Change account password via AppleScript

Discussion in 'macOS' started by Cor anglais 16, Feb 6, 2011.

  1. Cor anglais 16 macrumors newbie

    Joined:
    Jan 7, 2010
    #1
    I don't have an account password set on my machine, and I sometimes use sudo -s in the Terminal to do advanced stuff. Since 10.6, Apple has required an account password to use sudo, which requires me to open the Accounts preference pane and reset my account password to a dummy password (I just use the number 1) to enable the sudo shell. Then I have to trek back there to reset it to nothing after my sudo business is finished. I was looking to make an AppleScript that would enable me just to double-click an app-ified AppleScript to change the password to "1" and back to nothing again. So far, I've found this script:

    Code:
    do shell script "dscl . -passwd /Users/[username] 1"
    
    That's great, but it doesn't work the other way around:

    Code:
    do shell script "dscl . -passwd /Users/[username]  "
    
    gives me an error: "Please enter the user's old password."

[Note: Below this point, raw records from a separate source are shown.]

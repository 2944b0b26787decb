/**
 * The OpenAPI document, generated from the zod request and response schemas (zod's own JSON Schema output),
 * served at /api/docs (UI) and /api/docs-json.
 */
import type { INestApplication } from '@nestjs/common';
import { SwaggerModule, type OpenAPIObject } from '@nestjs/swagger';
import {
  calculationSchema, chainVerificationSchema, designInputSchema, evaluationResponseSchema, problemSchema, productSchema,
  revisionRecordSchema, submissionResultSchema,
} from '@leadline/contracts';
import { z, type ZodType } from 'zod';
import { addRevisionSchema, openCalculationSchema } from '../calculations/calculations.service';
import { createProductSchema } from '../products/products.service';

const json = (schema: ZodType, io: 'input' | 'output') => z.toJSONSchema(schema, { io, target: 'openapi-3.0', unrepresentable: 'any' });

interface Route {
  method: 'get' | 'post';
  path: string;
  summary: string;
  tag: string;
  request?: ZodType;
  response?: ZodType;
  status?: number;
  idempotent?: boolean;
}

export const ROUTES: Route[] = [
  { method: 'post', path: '/api/v1/evaluations', summary: 'Evaluate a design (stateless, nothing stored)', tag: 'evaluations', request: designInputSchema, response: evaluationResponseSchema, status: 200 },
  { method: 'post', path: '/api/v1/products', summary: 'Register a product', tag: 'products', request: createProductSchema, response: productSchema, status: 201 },
  { method: 'get', path: '/api/v1/products', summary: 'List products (limit, offset)', tag: 'products', response: z.object({ items: z.array(productSchema), total: z.number(), limit: z.number(), offset: z.number() }) },
  { method: 'get', path: '/api/v1/products/{id}', summary: 'One product with its calculations', tag: 'products', response: productSchema.extend({ calculations: z.array(calculationSchema) }) },
  { method: 'get', path: '/api/v1/products/{id}/verify', summary: "Recompute the product's hash chain", tag: 'records', response: chainVerificationSchema },
  { method: 'post', path: '/api/v1/products/{id}/calculations', summary: 'Open a calculation with revision 1', tag: 'calculations', request: openCalculationSchema.extend({ design: designInputSchema }), response: submissionResultSchema, status: 201, idempotent: true },
  { method: 'get', path: '/api/v1/calculations/{id}', summary: 'One calculation', tag: 'calculations', response: calculationSchema },
  { method: 'post', path: '/api/v1/calculations/{id}/revisions', summary: 'Submit the next revision', tag: 'calculations', request: addRevisionSchema.extend({ design: designInputSchema }), response: submissionResultSchema, status: 201, idempotent: true },
  { method: 'get', path: '/api/v1/calculations/{id}/revisions', summary: 'All revisions of a calculation', tag: 'calculations', response: z.object({ items: z.array(revisionRecordSchema) }) },
  { method: 'get', path: '/api/v1/revisions/{id}', summary: 'One revision: input as submitted, evaluation, findings, versions, hashes', tag: 'calculations', response: revisionRecordSchema },
  { method: 'get', path: '/api/v1/thread-sizes', summary: 'Standard thread sizes', tag: 'library' },
  { method: 'get', path: '/api/v1/friction-sources', summary: 'Friction coefficient ranges with their sources', tag: 'library' },
  { method: 'get', path: '/api/v1/materials', summary: 'Screw and nut materials', tag: 'library' },
  { method: 'get', path: '/health', summary: 'Database reachable', tag: 'health' },
];

export function buildOpenApi(routes: Route[] = ROUTES): OpenAPIObject {
  const paths: Record<string, Record<string, unknown>> = {};
  const problem = { 'application/problem+json': { schema: json(problemSchema, 'output') } };
  for (const r of routes) {
    const params = [...r.path.matchAll(/\{(\w+)\}/g)].map((m) => ({ name: m[1], in: 'path', required: true, schema: { type: 'string', format: 'uuid' } }));
    if (r.idempotent) params.push({ name: 'Idempotency-Key', in: 'header', required: false, schema: { type: 'string' } } as never);
    paths[r.path] ??= {};
    paths[r.path][r.method] = {
      summary: r.summary,
      tags: [r.tag],
      parameters: params,
      ...(r.request ? { requestBody: { required: true, content: { 'application/json': { schema: json(r.request, 'input') } } } } : {}),
      responses: {
        [String(r.status ?? 200)]: { description: 'success', content: { 'application/json': { schema: r.response ? json(r.response, 'output') : {} } } },
        '4XX': { description: 'problem details (RFC 9457) with the invalid field paths', content: problem },
      },
    };
  }
  return {
    openapi: '3.0.3',
    info: { title: 'Leadline API', version: '1', description: 'Power-screw design review: evaluations, immutable calculation records, rules, reviews, reports.' },
    paths: paths as OpenAPIObject['paths'],
    components: { securitySchemes: { bearer: { type: 'http', scheme: 'bearer' } } },
    security: [{ bearer: [] }],
  };
}

export function mountOpenApi(app: INestApplication, routes: Route[] = ROUTES): void {
  SwaggerModule.setup('api/docs', app, buildOpenApi(routes), { jsonDocumentUrl: 'api/docs-json' });
}
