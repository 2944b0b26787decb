/**
 * The service's clock. Everything that decides by the time of day in application code (token and session expiry,
 * rate windows, time-outs) asks this clock, so that tests move time forward instead of sleeping
 * (test/support/clock.ts). Record timestamps are set by the database (`now()`), never by this clock.
 */
export interface Clock {
  /** Milliseconds since the Unix epoch */
  now(): number;
}

export const CLOCK = Symbol('CLOCK');

export const systemClock: Clock = { now: () => Date.now() };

    My original idea was to use this script as a starting point, but I'm not well-versed enough in AppleScript to adapt it successfully:

    Code:
    tell application "System Preferences"
      activate
    end tell
    
    tell application "System Events"
      tell process "System Preferences"
        click menu item "Sharing" of menu "View" of menu bar 1
        delay 2
        tell window "Sharing"
          click checkbox 1 of row 11 of table 1 of scroll area 1 of group 1
          delay 1
          if (exists sheet 1) then
            if (exists button "Turn AirPort On" of sheet 1) then
              click button "Turn AirPort On" of sheet 1
              delay 1
            end if
            click button "Start" of sheet 1
          end if
        end tell
      end tell
    end tell
    Does anyone have any ideas that would help me out? Thanks!
     
  2. calderone macrumors 68040

    calderone

    Joined:
    Aug 28, 2009
    Location:
    Seattle
    #2
    What a ridiculous solution.

    Also, this started in 10.5

    To get to the issue. That script you posted is worthless, it has a bunch of worthless steps of clicking through menus to get a simple task done.

    In regards to the dscl commands, the second one doesn't work because you need administrator privileges to change the password, in other words you have to enter a password to change it at some point. The first one works since you have no password at that point. Change from 1 to 2 and you will get the same error.

    So using:

    Code:
    do shell script "dscl . -passwd /Users/username ''" with administrator privileges
    Which would then require you to enter 1 as the password would work (you could also save the password in there, but that would require you to write some password detection mechanisms to determine if it is blank or not, or write it with buttons so you can select).

    Solution:
    But as I said, this is a silly solution. If you really want to role this loose while you do "advanced" stuff. Then simply modify sudoers to require no password for any command, this will get around the non-blank password requirement.

    Another Solution:
    You essentially want to be root, which is what su can do. Enable the root user, type su into terminal, enter the password you used and from there you won't have to put sudo before anything. Just fire off the commands.

    Another Solution:
    Login as root and use that as your primary account.
     
  3. Cor anglais 16 thread starter macrumors newbie

    Joined:
    Jan 7, 2010
    #3
    Thanks… I had not considered any of your alternative (better) solutions, such as living life from the root account. I'll consider using su instead of sudo as well. But this seems like the best solution to meet the needs of my workflow at the moment:

    Very cool indeed (if a bit dangerous, though in my case there is a very low likelihood of my iMac being hijacked by someone who would know how to exploit a passwordless sudo)… how might I go about modifying sudoers?
     
  4. calderone macrumors 68040

    calderone

    Joined:
    Aug 28, 2009
    Location:
    Seattle
    #4
    Code:
    sudo visudo
    Add this line replacing shortname with your shortname, in the User privilege specification section:

    Code:
    shortname   ALL=(ALL) NOPASSWD: ALL
    If you haven't used vi before you may want to research how to use it. The basics would be:

    Press 'i' in order to modify.
    When done, hit escape, then type ':wq'

    Be careful, you can really screw this up and lose sudo altogether. Make a backup of the original first. (it is in /etc)
     
  5. Cor anglais 16 thread starter macrumors newbie

    Joined:
    Jan 7, 2010
    #5
    I have modified sudoers as described, and everything seems to be working properly. I have logged out and back in to my user account and nothing is awry (though I haven't restarted the computer yet). I'll hang onto the backup of sudoers in case something crazy manifests itself in the future. This seems to have done the trick; thanks a lot!